Comment 6 (Line 220):
These pathogens are only inferred from relative abundance in metagenomic data. Better to do qPCR or culture-based confirmation.
Response:
We sincerely thank the reviewer for this insightful and valuable suggestion. We fully agree that inferring putative pathogenic taxa based solely on relative abundance in metagenomic data has inherent limitations, and that targeted validation through qPCR quantification or culture-based isolation would provide stronger, more robust evidence for their potential roles in disease dynamics.
Unfortunately, due to logistical and experimental constraints at the time of sampling—including the lack of immediate culture facilities and the absence of preserved subsamples under conditions suitable for downstream quantitative assays—our study was limited to inferences derived from metagenomic relative abundance data. As such, the associations reported here remain correlative rather than causative.

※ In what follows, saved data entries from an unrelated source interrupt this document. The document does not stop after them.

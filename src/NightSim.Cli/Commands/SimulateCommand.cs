using System.CommandLine;
using System.Globalization;
using NightSim.Netlist;
using NightSim.Reporting;
using NightSim.Runs;
using NightSim.Results;
using NightSim.Transient;
using NightSim.Units;
using NightSim.Cli.Rendering;

namespace NightSim.Cli.Commands;

/// <summary>`nightsim simulate NETLIST --for DURATION [--lux VALUE] [--out DIR] [--nodes a,b]`: a plain transient run
/// from power-up; writes DIR/trace.csv and DIR/statistics.json.</summary>
internal static class SimulateCommand
{
    public static Command Create()
    {
        var netlist = new Argument<FileInfo>("NETLIST") { Description = "Netlist JSON file." };
        var duration = new Option<string?>("--for")
        {
            Description = "Plain transient without a scenario: simulated time with s, ms, us, min, h or d (e.g. 10s, 90min, 24h).",
            HelpName = "DURATION",
        };
        var scenario = new Option<FileInfo?>("--scenario", "-s")
        {
            Description = "Scenario JSON (site, dates, weather, light events). Default: <netlist>.scenario.json beside the netlist, if present.",
            HelpName = "FILE",
        };
        var nights = new Option<int?>("--nights", "-n") { Description = "Number of nights (overrides the scenario).", HelpName = "N" };
        var format = new Option<string>("--format") { Description = "Terminal output: text (table of nights) or json (report.json).", DefaultValueFactory = _ => "text" };
        format.AcceptOnlyFromAmong("text", "json");
        var noProgress = new Option<bool>("--no-progress") { Description = "No progress bar or progress lines." };
        var failOn = new Option<string?>("--fail-on") { Description = "Exit with code 4 when a finding is at or above this severity.", HelpName = "warning|error" };
        failOn.AcceptOnlyFromAmong("warning", "error");
        var accuracy = new Option<string>("--accuracy")
        {
            Description = "Solver tolerances: loose (faster; a way past a stage that will not settle), normal, or tight.",
            DefaultValueFactory = _ => "normal",
        };
        accuracy.AcceptOnlyFromAmong("loose", "normal", "tight");
        var noPlots = new Option<bool>("--no-plots") { Description = "Skip the SVG/PNG plots (faster; report.html then has no figures)." };
        var lux = new Option<string?>("--lux") { Description = "Constant illuminance on every light sensor, lux (default 0).", HelpName = "VALUE" };
        var outDir = new Option<DirectoryInfo>("--out")
        {
            Description = "Output folder for trace.csv and statistics.json (created if missing).",
            DefaultValueFactory = _ => new DirectoryInfo("nightsim-out"),
            HelpName = "DIR",
        };
        var nodes = new Option<string?>("--nodes") { Description = "Comma-separated nodes to record (default: every node).", HelpName = "a,b" };
        var command = new Command("simulate",
            "Run a netlist through the nights of a scenario and report when the load switched on, for how long and why " +
            "(report.json, report.html, trace.csv, plots). Without a scenario, --for [--lux] runs a plain transient " +
            "(trace.csv, statistics.json). Exit 2 on invalid input, 3 when the simulation fails, 4 with --fail-on.");
        command.Arguments.Add(netlist);
        command.Options.Add(duration);
        command.Options.Add(lux);
        command.Options.Add(outDir);
        command.Options.Add(nodes);
        command.Options.Add(scenario);
        command.Options.Add(nights);
        command.Options.Add(format);
        command.Options.Add(noProgress);
        command.Options.Add(failOn);
        command.Options.Add(noPlots);
        command.Options.Add(accuracy);
        command.SetAction(pr => CliErrors.Run(pr, (output, error) =>
        {
            FileInfo net = pr.GetValue(netlist)!;
            if (!net.Exists)
            {
                error.WriteLine($"{net}: error at $: file not found. hint: check the path");
                return CliErrors.InvalidInput;
            }
            string? durationText = pr.GetValue(duration);
            string? scenarioPath = pr.GetValue(scenario)?.ToString()
                ?? (durationText is null ? SimulateNight.CompanionScenario(net.ToString()) : null);
            if (scenarioPath is not null)
            {
                if (pr.GetValue(nights) is int n && n is < 1 or > 3660)
                {
                    error.WriteLine("--nights: give 1 to 3660 nights (ten years)");
                    return CliErrors.InvalidInput;
                }
                var settings = new SimulateNight.Settings(net.ToString(), scenarioPath, pr.GetValue(nights), pr.GetValue(outDir)!,
                    pr.GetValue(format)!, pr.GetValue(noProgress), pr.GetValue(failOn), pr.GetValue(noPlots), pr.GetValue(accuracy)!);
                return SimulateNight.Execute(settings, Terminal.For(output), output, error);
            }
            if (durationText is null)
            {
                error.WriteLine($"{net}: no scenario given and no {Path.GetFileNameWithoutExtension(net.Name)}.scenario.json beside it. hint: add --scenario FILE for a night run, or --for DURATION (e.g. --for 10s) for a plain transient");
                return CliErrors.InvalidInput;
            }
            return Execute(net, durationText, pr.GetValue(lux), pr.GetValue(outDir)!, pr.GetValue(nodes), pr.GetValue(accuracy)!, output, error);
        }));
        return command;
    }

    private static int Execute(FileInfo netlistFile, string durationText, string? luxText, DirectoryInfo outDir, string? nodeList, string accuracy, TextWriter output, TextWriter error)
    {
        if (!Duration.TryParse(durationText, out double stop, out string? durationError))
        {
            error.WriteLine($"--for: {durationError}");
            return CliErrors.InvalidInput;
        }
        double lux = 0;
        if (luxText is not null && (!EngineeringValue.TryParse(luxText, "lx", out lux, out string? luxError) || lux < 0))
        {
            error.WriteLine($"--lux: {(lux < 0 ? "illuminance must be ≥ 0 lx" : luxError)}");
            return CliErrors.InvalidInput;
        }

        string path = netlistFile.ToString();
        NetlistLoadResult loaded = NetlistLoader.Read(path);
        foreach (NetlistError w in loaded.Warnings) error.WriteLine(w.ToString());
        if (!loaded.IsValid)
        {
            foreach (NetlistError e in loaded.Errors) error.WriteLine(e.ToString());
            error.WriteLine(loaded.Errors.Count == 1 ? "1 error." : $"{loaded.Errors.Count} errors.");
            return CliErrors.InvalidInput;
        }
        NetlistDefinition def = loaded.Definition!;
        if (NightRun.TouchesMains(def))
        {
            foreach (string caution in ReportText.MainsCautions) output.WriteLine("CAUTION: " + caution);
        }

        Circuit circuit = Circuit.Build(def);
        IReadOnlyList<string>? record = null;
        if (!string.IsNullOrWhiteSpace(nodeList))
        {
            record = nodeList.Split(',', StringSplitOptions.RemoveEmptyEntries | StringSplitOptions.TrimEntries);
            var unknown = record.Where(n => circuit.IndexOf(n) < 0).ToList();
            if (unknown.Count > 0)
            {
                var known = circuit.Labels.Where((_, i) => circuit.Kinds[i] == Mna.UnknownKind.Node);
                error.WriteLine($"--nodes: {string.Join(", ", unknown.Select(u => $"'{u}'"))} not in {path}. hint: nodes are {string.Join(", ", known)}");
                return CliErrors.InvalidInput;
            }
        }

        var options = (TransientOptions.ForAccuracy(accuracy) ?? TransientOptions.Default) with { RecordNodes = record, ConstantLux = lux };
        SimulationResult result = TransientSolver.Run(circuit, stop, options);
        SolverStatistics s = result.Statistics;
        if (result.Failure is { } failure)
        {
            error.WriteLine(failure.ToString());
            return CliErrors.Unexpected;
        }

        outDir.Create();
        string tracePath = Path.Combine(outDir.FullName, "trace.csv");
        string statsPath = Path.Combine(outDir.FullName, "statistics.json");
        AtomicFile.Write(tracePath, stream =>
        {
            using var writer = new StreamWriter(stream, leaveOpen: true);
            TraceCsv.Write(result.Traces, writer);
        });
        AtomicFile.Write(statsPath, stream => StatisticsJson.Write(result, stream));

        var inv = CultureInfo.InvariantCulture;
        output.WriteLine($"{def.Name}: simulated {EngineeringValue.Format(stop, "s")} from power-up");
        output.WriteLine(string.Create(inv, $"  steps: {s.AcceptedSteps} accepted, {s.RejectedSteps} rejected; Newton iterations {s.NewtonIterations}; factorisations {s.Factorizations}"));
        output.WriteLine(string.Create(inv, $"  step size: {EngineeringValue.Format(s.MinStep, "s")} … {EngineeringValue.Format(s.MaxStep, "s")}; events {s.Events}; CPU {s.CpuSeconds:F3} s"));
        foreach (Trace t in result.Traces.Take(8))
            output.WriteLine($"  {t.Name}: final {EngineeringValue.Format(t.Values.Count > 0 ? t.Values[^1] : double.NaN, t.Unit)}, min {EngineeringValue.Format(t.Min, t.Unit)}, max {EngineeringValue.Format(t.Max, t.Unit)}");
        output.WriteLine($"  wrote {tracePath} and {statsPath}");
        return CliErrors.Success;
    }
}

We have now explicitly acknowledged this as a key methodological limitation in the revised Discussion section. Furthermore, we emphasize that future studies should integrate metagenomic profiling with complementary approaches, including targeted qPCR, metatranscriptomics, and culturable microbiome analysis, to validate the functional activity and pathogenic potential of candidate taxa. Such a multi-omics and culture-integrated framework will be essential to advance from taxonomic correlations toward causal inference, thereby enabling a more mechanistic understanding of microbe–disease interactions in Morchella cultivation systems and supporting the development of microbiome-informed disease management strategies.
Comment 7 (Line 204):
Correct H_R to H+R.
Response:
We sincerely thank the reviewer for the careful observation. To avoid potential ambiguity and to ensure consistency, we have revised the group notations throughout the manuscript. The designations are now uniformly presented as: healthy rhizosphere (H), healthy root-adhering soil (H_R), diseased rhizosphere (D), diseased root-adhering soil (D_R), and unplanted control soils (CK). This adjustment has been implemented across the main text, figure legends, and supplementary materials for clarity and accuracy.
Comment 8 (Line 614):
What are these titles? Please indicate.
Response:
We sincerely thank the reviewer for the careful comment. In our submission, the supplementary figures and tables are provided as separate supplementary files, and their detailed content is included therein. To avoid redundancy, we used the general statement “Additional figures and tables are provided in the supplementary files.” This has now been clarified in the Supplementary Materials section
Closing Note
We once again thank the reviewer for these valuable comments and suggestions. All revisions have been incorporated into the manuscript, which we believe has significantly improved the overall rigor, clarity, and scientific contribution of our study.
Round 2
Reviewer 2 Report
The authors have revised the manuscript
according to all comments.
I suggest to accept it.
The authors have made nice corrections. I suggest to accept it.